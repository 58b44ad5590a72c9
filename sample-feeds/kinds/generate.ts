import { mkdirSync, rmSync, writeFileSync } from 'node:fs';
import { dirname, join } from 'node:path';
import { fileURLToPath } from 'node:url';
import { loadTables } from '../../daemon/tables/loadTables.ts';
import type { MadeFile } from '../making/feedFiles.ts';
import { SITES, type SiteName } from '../making/observatory.ts';
import { mjdText, observe, type RecordedArrival } from '../making/observing.ts';
import type { InventedOrbit } from '../making/pulsars.ts';
import { clockTable, clockTableText } from '../making/siteClock.ts';
import { startModel } from '../making/startModel.ts';
import { truthOf } from '../making/truth.ts';
import { expectedOfKinds } from './expected.ts';
import { GLITCHES_OF_KINDS, PULSARS_OF_KINDS, type PulsarOfKind } from './pulsars.ts';

// Makes the feeds of the five kinds anew: `npx tsx sample-feeds/kinds/generate.ts`. What is planted stands in pulsars.ts.

const SITE: SiteName = 'kestrel ridge';

/** Every file but the configuration and the page that explains it, which are written by hand. */
export function filesOfKinds(): MadeFile[] {
  const { tables } = loadTables({ hostLeapSecondFiles: [] });
  const clocks = new Map([[SITE, clockTable(SITE)]]);
  const made = PULSARS_OF_KINDS.flatMap((pulsar) => {
    const truth = truthOf(pulsar, GLITCHES_OF_KINDS);
    const model = startModel(pulsar, truth) + (pulsar.orbit === undefined ? '' : orbitTable(pulsar.orbit));
    return [
      { path: `models/${fileName(pulsar)}.toml`, content: model },
      { path: `${feedOf(pulsar)}/${fileName(pulsar)}.csv`, content: table(observe(pulsar, truth, tables, clocks)) },
    ];
  });
  return [
    ...made,
    { path: SITES[SITE].clockTable, content: clockTableText(SITE) },
    { path: 'expected.json', content: `${JSON.stringify(expectedOfKinds(), null, 2)}\n` },
  ];
}

/** `KR 0312+46` → `KR0312+46` */
function fileName({ name }: PulsarOfKind): string {
  return name.replace(' ', '');
}

function feedOf({ programme }: PulsarOfKind): 'radio' | 'x-ray' {
  return programme.every(({ receiver }) => receiver.site === 'barycentre') ? 'x-ray' : 'radio';
}

function table(recorded: readonly RecordedArrival[]): string {
  const time = recorded[0]!.receiver.site === 'barycentre' ? 'mjd_tdb' : 'mjd_utc';
  const rows = recorded.map(({ pulsar, reading, uncertaintyUs, receiver }) => {
    const { frequencyMhz, site, name } = receiver;
    const frequency = Number.isFinite(frequencyMhz) ? frequencyMhz.toFixed(3) : 'inf';
    return `${pulsar},${mjdText(reading)},${uncertaintyUs.toFixed(2)},${frequency},${site},${name}`;
  });
  return `${[`pulsar,${time},uncertainty_us,frequency_mhz,site,receiver`, ...rows].join('\n')}\n`;
}

function orbitTable(orbit: InventedOrbit): string {
  return `
[orbit]
form = "keplerian"
period_days = "${orbit.periodDays}"
projected_semi_major_axis_s = "${orbit.semiMajorAxisLightS}"
eccentricity = "${orbit.eccentricity}"
periastron_longitude_deg = "${orbit.periastronLongitudeDeg}"
periastron_epoch_mjd = "${orbit.periastronMjd}"
`;
}

const FOLDER = dirname(fileURLToPath(import.meta.url));

function writeAll(): void {
  for (const made of ['models', 'clock', 'radio', 'x-ray'])
    rmSync(join(FOLDER, made), { recursive: true, force: true });
  for (const { path, content } of filesOfKinds()) {
    mkdirSync(dirname(join(FOLDER, path)), { recursive: true });
    writeFileSync(join(FOLDER, path), content);
  }
}

if (process.argv[1] === fileURLToPath(import.meta.url)) writeAll();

Problem to work on:
Copy all lines from the material that hold "generate".

Answer to this problem:
filename sample-feeds/kinds/generate.ts
// Makes the feeds of the five kinds anew: `npx tsx sample-feeds/kinds/generate.ts`. What is planted stands in pulsars.ts.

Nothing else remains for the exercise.